Both translate immediately into our internal Pydantic model. FRMR and OSCAL are output formats; the internal model is neither. See catalogs/README.md for the full provenance of each vendored file.

FRMR attestation output (v1 Phase 2, landed 2026-04-22)

The v1 primary production output is an AttestationArtifact — a typed Pydantic model serialized to canonical JSON. The generate_frmr_attestation primitive assembles it from a list of AttestationDraft records (produced by the Documentation Agent) plus the loaded FRMR indicator catalog. The artifact's structure mirrors FRMR's conventions (top-level info + KSI keyed by theme short_name + indicator records under each theme) but is NOT a valid FRMR catalog document — FedRAMP has not published an attestation-output schema as of April 2026, and our artifact carries attestation data (status, mode, narrative, citations, claim_record_id) the FRMR catalog schema rejects under additionalProperties: false.

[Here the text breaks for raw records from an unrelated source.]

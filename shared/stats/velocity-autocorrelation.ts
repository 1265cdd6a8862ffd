/** Streaming estimator of the velocity autocorrelation over many tracks. */
export interface AutocorrelationAccumulator {
  /**
   * Adds the velocity of `track` at integer `frame`. Frames of one track must
   * arrive in increasing order; a gap simply leaves the skipped lags out.
   * Non-finite velocities are skipped.
   */
  add(track: number, frame: number, vx: number, vy: number, vz: number): void;
  /**
   * Adds the velocities of one frame: rows [0, count) of `track`, `vx`, `vy`, `vz` (the same products as
   * {@link add} row by row, summed per lag over the frame first: equal up to rounding).
   */
  addFrame(frame: number, track: ArrayLike<number>, vx: ArrayLike<number>, vy: ArrayLike<number>, vz: ArrayLike<number>, count: number): void;
  /** Frees the ring buffers of tracks last seen before `frame` (bounded memory). */
  evictBefore(frame: number): void;
  /** ρ(τ) for τ = 0..maxLag frames (NaN where no pair of samples). */
  result(): { rho: Float64Array; pairs: Float64Array };
  readonly activeTracks: number;
}

/**
 * Creates a streaming velocity-autocorrelation estimator
 * ρ(τ) = ⟨v_i(t)·v_i(t+τ)⟩ / ⟨|v_i|²⟩ over tracks i and time origins t.
 *
 * Method: SCIENCE.md; time origins are every `originStride`-th frame
 * (frame % originStride === 0) to bound the cost at maxLag/originStride
 * products per sample — an unbiased subsample of origins [common practice,
 * "Computer simulation of liquids", Allen & Tildesley 1987]. Memory: one ring
 * buffer of maxLag/originStride + 1 origin velocities per active track.
 * Units: dimensionless; lag in frames. Self-contained (nothing outside its
 * arguments and built-ins): a worker runs its source text
 * (server/ingest/parse-offload.ts).
 */
export function createAutocorrelationAccumulator(maxLag: number, originStride = 1): AutocorrelationAccumulator {
  const M = maxLag + 1;
  const stride = Math.max(1, Math.floor(originStride));
  // Only origin samples are ever looked back at: a ring of P origins per track. Flat arrays, origin-major
  // (slot o of ring r at o·cap + r), so one origin's samples of a frame's tracks sit close together.
  const P = Math.floor(maxLag / stride) + 1;
  const sums = new Float64Array(M);
  const pairs = new Float64Array(M);
  let cap = 0;
  let V = new Float64Array(0); // velocity of origin slot o of ring r at 3 (o cap + r)
  let F = new Float64Array(0); // its frame (NaN: empty)
  let last = new Float64Array(0); // last frame seen per ring
  let owner: number[] = []; // track key per ring (NaN: free)
  const free: number[] = [];
  // Ring per track key: dense array for small non-negative integer keys (the engine's track indices), Map otherwise.
  let dense = new Int32Array(0);
  const sparse = new Map<number, number>();
  let active = 0;
  const slots = new Int32Array(P + 1), lags = new Int32Array(P + 1), origins = new Float64Array(P + 1);
  let rowRing = new Int32Array(0), ux = new Float64Array(0), uy = new Float64Array(0), uz = new Float64Array(0);

  const newRing = (key: number, frame: number): number => {
    if (free.length === 0) {
      const grown = Math.max(64, 2 * cap);
      const V2 = new Float64Array(3 * grown * P), F2 = new Float64Array(grown * P).fill(NaN);
      for (let o = 0; o < P; o++) {
        F2.set(F.subarray(o * cap, (o + 1) * cap), o * grown);
        V2.set(V.subarray(3 * o * cap, 3 * (o + 1) * cap), 3 * o * grown);
      }
      V = V2;
      F = F2;
      const l2 = new Float64Array(grown).fill(NaN);
      l2.set(last);
      last = l2;
      for (let r = grown - 1; r >= cap; r--) free.push(r);
      cap = grown;
    }
    const r = free.pop()!;
    for (let o = 0; o < P; o++) F[o * cap + r] = NaN;
    last[r] = frame;
    owner[r] = key;
    active++;
    return r;
  };
  const ringOf = (key: number, frame: number): number => {
    if (key >= 0 && key < 16777216 && (key | 0) === key) {
      if (key >= dense.length) {
        const g = new Int32Array(Math.max(key + 1, 2 * dense.length)).fill(-1);
        g.set(dense);
        dense = g;
      }
      let r = dense[key];
      if (r < 0) dense[key] = r = newRing(key, frame);
      return r;
    }
    let r = sparse.get(key);
    if (r === undefined) sparse.set(key, (r = newRing(key, frame)));
    return r;
  };
  const acc: AutocorrelationAccumulator = {
    add(track, frame, vx, vy, vz) {
      acc.addFrame(frame, [track], [vx], [vy], [vz], 1);
    },
    addFrame(frame, track, vx, vy, vz, count) {
      const phase = ((frame % stride) + stride) % stride;
      const origin0 = frame - phase;
      const slot0 = (((origin0 / stride) % P) + P) % P;
      if (rowRing.length < count) {
        rowRing = new Int32Array(2 * count);
        ux = new Float64Array(2 * count);
        uy = new Float64Array(2 * count);
        uz = new Float64Array(2 * count);
      }
      let m = 0;
      for (let i = 0; i < count; i++) {
        const a = vx[i], b = vy[i], c = vz[i];
        if (!Number.isFinite(a) || !Number.isFinite(b) || !Number.isFinite(c)) continue;
        const r = ringOf(track[i], frame);
        last[r] = frame;
        if (phase === 0) {
          const q = slot0 * cap + r;
          V[3 * q] = a;
          V[3 * q + 1] = b;
          V[3 * q + 2] = c;
          F[q] = frame;
        }
        rowRing[m] = r;
        ux[m] = a;
        uy[m] = b;
        uz[m] = c;
        m++;
      }
      // Origins in reach of this frame, the same for every row: one pass over the rows per origin (hot loop,
      // maxLag/stride products per sample; closure arrays copied to locals so the loop keeps them in registers).
      const Fl = F, Vl = V, rr = rowRing, xs = ux, ys = uy, zs = uz, width = cap;
      for (let origin = origin0, lag = phase, o = slot0; lag <= maxLag; origin -= stride, lag += stride) {
        let sum = 0, n = 0;
        const base = o * width;
        for (let k = 0; k < m; k++) {
          const q = base + rr[k];
          if (Fl[q] !== origin) continue;
          const q3 = 3 * q;
          sum += xs[k] * Vl[q3] + ys[k] * Vl[q3 + 1] + zs[k] * Vl[q3 + 2];
          n++;
        }
        sums[lag] += sum;
        pairs[lag] += n;
        if (--o < 0) o = P - 1;
      }
    },
    evictBefore(frame) {
      for (let r = 0; r < cap; r++) {
        if (!(last[r] < frame)) continue;
        const key = owner[r];
        if (key >= 0 && key < dense.length && dense[key] === r) dense[key] = -1;
        else sparse.delete(key);
        last[r] = NaN;
        free.push(r);
        active--;
      }
    },
    result() {
      const rho = new Float64Array(M).fill(NaN);
      const c0 = pairs[0] > 0 ? sums[0] / pairs[0] : NaN;
      for (let l = 0; l < M; l++) if (pairs[l] > 0 && c0 > 0) rho[l] = sums[l] / pairs[l] / c0;
      return { rho, pairs: pairs.slice() };
    },
    get activeTracks() {
      return active;
    },
  };
  return acc;
}

/**
 * Velocity autocorrelation ρ(τ) = ⟨v_i(t)·v_i(t+τ)⟩ / ⟨|v_i|²⟩ of a set of
 * tracks sampled on consecutive frames, for τ = 0..maxLag frames.
 *
 * Method: SCIENCE.md; estimator of {@link createAutocorrelationAccumulator}
 * (numerator and denominator averaged over the same origins). Check value:
 * an Ornstein–Uhlenbeck velocity with time constant T gives exp(−τ/T).
 * Units: dimensionless. Each track is `{ vx, vy, vz? }` (vz omitted in 2D);
 * non-finite samples are skipped. Empty input: all NaN.
 */
export function velocityAutocorrelation(
  tracks: ReadonlyArray<{ vx: ArrayLike<number>; vy: ArrayLike<number>; vz?: ArrayLike<number> }>,
  maxLag: number,
  originStride = 1,
): Float64Array {
  const acc = createAutocorrelationAccumulator(maxLag, originStride);
  tracks.forEach((t, k) => {
    for (let i = 0; i < t.vx.length; i++) acc.add(k, i, t.vx[i], t.vy[i], t.vz ? t.vz[i] : 0);
  });
  return acc.result().rho;
}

Validation posture: Pydantic extra="forbid" and strict Literal types at construction time. A malformed artifact raises ValidationError before serialization. AttestationArtifactProvenance.requires_review is Literal[True] — a construction-time invariant that Pydantic enforces. No caller can construct an artifact claiming reviewer-final status; when the Phase 5 review workflow lands, reviewed_by and approved_by are additive trail fields that do not flip requires_review.

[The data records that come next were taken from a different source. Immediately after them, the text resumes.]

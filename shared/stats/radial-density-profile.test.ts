import { describe, expect, it } from 'vitest';
import { createSeededRandom } from '../engine/seeded-random';
import { binnedMeans } from './binned-means';
import { radialDensityProfile, shellVolume } from './radial-density-profile';
import { frameOf } from './test-support';

describe('radialDensityProfile(frame, options, centre?)', () => {
  it('is flat at n = N/V inside a uniformly filled ball', () => {
    // Source: derived (uniform density); binomial SE per shell, tolerance 15 % on shells with ≥ 300 points.
    const rnd = createSeededRandom(31);
    const N = 20000;
    const pts: number[][] = [];
    while (pts.length < N) {
      const p = [rnd.uniform() * 2 - 1, rnd.uniform() * 2 - 1, rnd.uniform() * 2 - 1];
      if (p[0] ** 2 + p[1] ** 2 + p[2] ** 2 < 1) pts.push(p);
    }
    const prof = radialDensityProfile(frameOf(3, pts), { binWidth: 0.1, bins: 10 }, { x: 0, y: 0, z: 0 });
    const n = N / ((4 / 3) * Math.PI);
    for (let i = 3; i < 10; i++) expect(prof.density[i] / n).toBeCloseTo(1, 0.8);
    expect(prof.counts.reduce((s, c) => s + c, 0)).toBe(N);
  });
  it('uses exact shell volumes that add up to the ball (3D) and disc (2D)', () => {
    expect(shellVolume(0, 1, 3) + shellVolume(1, 2, 3)).toBeCloseTo((4 / 3) * Math.PI * 8, 12);
    expect(shellVolume(0, 2, 2)).toBeCloseTo(4 * Math.PI, 12);
  });
  it('has zero counts for an empty frame', () => {
    expect(Array.from(radialDensityProfile(frameOf(2, []), { binWidth: 1, bins: 2 }).counts)).toEqual([0, 0]);
  });
});

describe('binnedMeans(x, y, options)', () => {
  it('averages y per x-bin, skips NaN and leaves empty bins NaN', () => {
    const b = binnedMeans([0.1, 0.2, 1.5, NaN, 5], [1, 3, 10, 7, 1], { min: 0, max: 3, bins: 3 });
    expect(b.means[0]).toBe(2);
    expect(b.means[1]).toBe(10);
    expect(b.means[2]).toBeNaN();
    expect(Array.from(b.counts)).toEqual([2, 1, 0]);
    expect(b.standardErrors[0]).toBeCloseTo(Math.sqrt(2 / 2), 12);
  });
});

Canonical JSON: sorted keys, indent=2, UTF-8, newline-terminated — byte-stable across runs for a given input (with generated_at pinned), which supports the Phase 4 drift story (diff two scans' artifacts) and content-addressable audit trails.

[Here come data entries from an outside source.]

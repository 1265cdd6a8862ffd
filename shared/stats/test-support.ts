import type { FrameView } from './types';

/** Builds a FrameView from point triples (tests and demo code). */
export function frameOf(
  dims: 2 | 3,
  r: ReadonlyArray<readonly number[]>,
  v?: ReadonlyArray<readonly number[]>,
  a?: ReadonlyArray<readonly number[]>,
): FrameView {
  const col = (rows: ReadonlyArray<readonly number[]> | undefined, k: number) =>
    rows ? Float64Array.from(rows, (p) => (p[k] ?? 0)) : undefined;
  return {
    count: r.length,
    dims,
    x: col(r, 0)!,
    y: col(r, 1)!,
    z: col(r, 2)!,
    vx: col(v, 0),
    vy: col(v, 1),
    vz: col(v, 2),
    ax: col(a, 0),
    ay: col(a, 1),
    az: col(a, 2),
  };
}
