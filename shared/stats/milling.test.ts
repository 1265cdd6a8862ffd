import { describe, expect, it } from 'vitest';
import { milling } from './milling';
import { frameOf } from './test-support';

const ring = (n: number, omega: number, drift: readonly number[] = [0, 0, 0]) => {
  const r: number[][] = [];
  const v: number[][] = [];
  for (let i = 0; i < n; i++) {
    const a = (2 * Math.PI * i) / n;
    r.push([3 + Math.cos(a), -2 + Math.sin(a), 1]);
    v.push([-omega * Math.sin(a) + drift[0], omega * Math.cos(a) + drift[1], drift[2]]);
  }
  return { r, v };
};

describe('milling(frame, centre?)', () => {
  it('is 1 for a ring rotating rigidly (3D and 2D)', () => {
    // Source: Tunstrøm et al., PLoS Comput. Biol. 9 (2013): O_R = 1 for a perfect mill.
    const { r, v } = ring(24, 2);
    expect(milling(frameOf(3, r, v))).toBeCloseTo(1, 12);
    expect(milling(frameOf(2, r, v))).toBeCloseTo(1, 12);
  });
  it('is about 0 for a translating flock', () => {
    // Source: same paper: O_R ≈ 0 for a polarized, translating group.
    const { r } = ring(24, 0);
    const v = r.map(() => [1, 0.5, 0]);
    expect(milling(frameOf(3, r, v))).toBeCloseTo(0, 12);
  });
  it('is NaN for an empty frame or without velocities', () => {
    expect(milling(frameOf(3, []))).toBeNaN();
    expect(milling(frameOf(3, [[0, 0, 0], [1, 1, 1]]))).toBeNaN();
  });
});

The efterlev agent document CLI path emits both the existing HTML report and an attestation-<ts>.json artifact. Full design call in DECISIONS.md 2026-04-22 "Phase 2: FRMR attestation generator."

OSCAL's role

OSCAL is deferred to v1.5+ (not v1), gated on customer pull. The architecture continues to support it — the internal AttestationDraft / Evidence / Claim / AttestationArtifact records are generator-format-agnostic, and the oscal/ package slot exists — but the SSP / Assessment Results / POA&M generators are not built at v1. Rev5-transition users and RegScale OSCAL-Hub-consuming prospects are the signal that pulls them forward. See DECISIONS.md 2026-04-22 "Lock v1 scope" for the sequencing call and DECISIONS.md 2026-04-22 "Phase 2: FRMR attestation generator" for the schema-posture rationale.

At v0 and v1, OSCAL is input-only: we load the 800-53 catalog via trestle. Nothing today emits OSCAL; nothing in the internal model is OSCAL-shaped. When the v1.5 OSCAL generators land they'll serialize the same internal records the FRMR generator serializes today — additive, not a rearchitecture.

MCP as the agent interface

The MCP server in src/efterlev/mcp_server/ exposes every primitive over stdio, with tool schemas generated from the primitives' Pydantic I/O models. The decorator that registers a primitive inside Efterlev's own process is the same decorator that publishes it to MCP.

This makes two things true. First, our own agents consume primitives through an interface that's identical to the one third-party agents get; if it works for our Gap Agent, it works for your Claude Code session. Second, you don't need to fork Efterlev to build a compliance workflow we don't ship. Point an MCP client at efterlev mcp serve, read the tool list, and you're using the same stable contract our agents use. The extension story isn't "learn Efterlev's internals" — it's "use the MCP surface."